AIM OF THE EXERCISE –
Return the lines of the data below exactly. Start at the first and end with the line containing "export class RestoreRefused".

DATASET RECORDS –
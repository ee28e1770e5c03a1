// npm run restore -- ARCHIVE [--force]
// Restores a `npm run backup` archive into the database of DATABASE_URL and the bucket of the S3_*
// settings. Both must be empty unless --force (which first empties them). An archive taken by a
// newer Hearth (a migration this code does not know) is refused: upgrade first, then restore.
import fs from "node:fs/promises";
import os from "node:os";
import path from "node:path";
import { fileURLToPath } from "node:url";
import { CreateBucketCommand, DeleteObjectsCommand, HeadBucketCommand, PutObjectCommand, paginateListObjectsV2, type S3Client } from "@aws-sdk/client-s3";
import pg from "pg";
import * as tar from "tar";
import { getEnv } from "@/lib/env";
import { migrationsFolder } from "@/db/migrate";
import { DUMP, MANIFEST, countRows, manifestSchema, objectPath, parseArgs, pgProgram, run, sha256File, storeClient, type Manifest } from "./backup/archive";

export class RestoreRefused extends Error {}

async function knownMigrations(): Promise<string[]> {
  return (await fs.readdir(migrationsFolder)).filter((f) => f.endsWith(".sql")).map((f) => f.replace(/\.sql$/, "")).sort();
}

async function bucketKeys(s3: S3Client, bucket: string): Promise<string[] | null> {
  try {
    await s3.send(new HeadBucketCommand({ Bucket: bucket }));
  } catch {
    return null;
  }
  const keys: string[] = [];
  for await (const page of paginateListObjectsV2({ client: s3 }, { Bucket: bucket })) for (const o of page.Contents ?? []) if (o.Key) keys.push(o.Key);
  return keys;
}

export async function restore(archive: string, opts: { force?: boolean } = {}): Promise<{ manifest: Manifest; ms: number }> {
  const started = performance.now();
  const staging = await fs.mkdtemp(path.join(os.tmpdir(), "hearth-restore-"));
  const url = getEnv().DATABASE_URL;
  const client = new pg.Client({ connectionString: url });
  const { s3, bucket } = storeClient();
  try {
    await tar.x({ file: archive, cwd: staging, strict: true });
    const manifest = manifestSchema.parse(JSON.parse(await fs.readFile(path.join(staging, MANIFEST), "utf8")));

    const known = new Set(await knownMigrations());
    const unknown = manifest.migration.applied.filter((m) => !known.has(m));
    if (unknown.length) {
      throw new RestoreRefused(
        `this archive comes from a newer Hearth: its database has migration ${unknown.at(-1)}, which this version does not know ` +
          `(newest here: ${[...known].at(-1)}). Install the Hearth version that wrote it (${manifest.app_version}) or later, then restore.`,
      );
    }

    // Every file must match the manifest before anything is changed.
    if ((await sha256File(path.join(staging, DUMP))) !== manifest.database.sha256) throw new RestoreRefused("the database dump does not match its checksum; the archive is damaged");
    for (const o of manifest.objects) {
      if ((await sha256File(objectPath(staging, o.key))) !== o.sha256) throw new RestoreRefused(`object ${o.key} does not match its checksum; the archive is damaged`);
    }

    await client.connect();
    const tables = (await client.query("select 1 from pg_tables where schemaname in ('public', 'pgboss') limit 1")).rowCount ?? 0;
    const existing = await bucketKeys(s3, bucket);
    if (!opts.force && (tables > 0 || (existing?.length ?? 0) > 0)) {
      const what = [tables > 0 ? "the database already holds tables" : null, existing?.length ? `the bucket ${bucket} holds ${existing.length} object(s)` : null].filter(Boolean).join(" and ");
      throw new RestoreRefused(`refusing to restore: ${what}. Restore into an empty database and store, or add --force to replace what is there.`);
    }

    if (tables > 0) {
      await client.query("drop schema if exists pgboss cascade; drop schema public cascade; create schema public");
    }
    await run(await pgProgram("pg_restore"), ["--no-owner", "--no-acl", "--exit-on-error", "--single-transaction", `--dbname=${url}`, path.join(staging, DUMP)]);

    if (existing === null) await s3.send(new CreateBucketCommand({ Bucket: bucket }));
    else if (existing.length) {
      for (let i = 0; i < existing.length; i += 1000) {
        await s3.send(new DeleteObjectsCommand({ Bucket: bucket, Delete: { Objects: existing.slice(i, i + 1000).map((Key) => ({ Key })) } }));
      }
    }
    for (const o of manifest.objects) {
      await s3.send(
        new PutObjectCommand({
          Bucket: bucket,
          Key: o.key,
          // Whole bytes, not a stream: the SDK sends a stream with aws-chunked encoding, which
          // not every S3-compatible store understands (s3rver stores the chunk framing).
          Body: await fs.readFile(objectPath(staging, o.key)),
          ContentLength: o.bytes,
          ContentType: o.content_type ?? undefined,
        }),
      );
    }

    // The restored rows are the ones the backup counted.
    const counts = await countRows(client);
    const differs = Object.entries(manifest.tables).filter(([t, n]) => counts[t] !== n);
    if (differs.length) throw new Error(`restored row counts differ from the archive: ${differs.map(([t, n]) => `${t} ${counts[t]} ≠ ${n}`).join(", ")}`);
    return { manifest, ms: Math.round(performance.now() - started) };
  } finally {
    await client.end().catch(() => undefined);
    s3.destroy();
    await fs.rm(staging, { recursive: true, force: true });
  }
}

async function main() {
  const { positional, flags } = parseArgs(process.argv.slice(2));
  const archive = positional[0];
  if (!archive) throw new RestoreRefused("usage: npm run restore -- ARCHIVE [--force]");
  const { manifest, ms } = await restore(path.resolve(archive), { force: flags.has("force") });
  const rows = Object.values(manifest.tables).reduce((a, b) => a + b, 0);
  console.log(`[restore] ${archive}: ${rows} rows, ${manifest.objects.length} objects, migration ${manifest.migration.latest} (taken ${manifest.created_at}), ${ms} ms`);
}

if (process.argv[1] && path.resolve(process.argv[1]) === fileURLToPath(import.meta.url)) {
  main().catch((err) => {
    console.error(`[restore] ${err instanceof RestoreRefused ? "" : "failed: "}${err instanceof Error ? err.message : err}`);
    process.exit(err instanceof RestoreRefused ? 2 : 1);
  });
}
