#!/usr/bin/env bash
# npm start: install what is missing, start PostgreSQL, migrate, seed an empty database,
# build, then run the app, the worker and the local fakes until Ctrl-C.
set -euo pipefail
source "$(dirname "$0")/lib.sh"
cd "$ROOT"

ensure_node_modules
prepare_production
exec node_modules/.bin/tsx scripts/run-stack.ts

EXERCISE RESPONSE –
repository ee28e1770e5c03a1
// npm run restore -- ARCHIVE [--force]
// Restores a `npm run backup` archive into the database of DATABASE_URL and the bucket of the S3_*
// settings. Both must be empty unless --force (which first empties them). An archive taken by a
// newer Hearth (a migration this code does not know) is refused: upgrade first, then restore.
import fs from "node:fs/promises";
import os from "node:os";
import path from "node:path";
import { fileURLToPath } from "node:url";
import { CreateBucketCommand, DeleteObjectsCommand, HeadBucketCommand, PutObjectCommand, paginateListObjectsV2, type S3Client } from "@aws-sdk/client-s3";
import pg from "pg";
import * as tar from "tar";
import { getEnv } from "@/lib/env";
import { migrationsFolder } from "@/db/migrate";
import { DUMP, MANIFEST, countRows, manifestSchema, objectPath, parseArgs, pgProgram, run, sha256File, storeClient, type Manifest } from "./backup/archive";

export class RestoreRefused extends Error {}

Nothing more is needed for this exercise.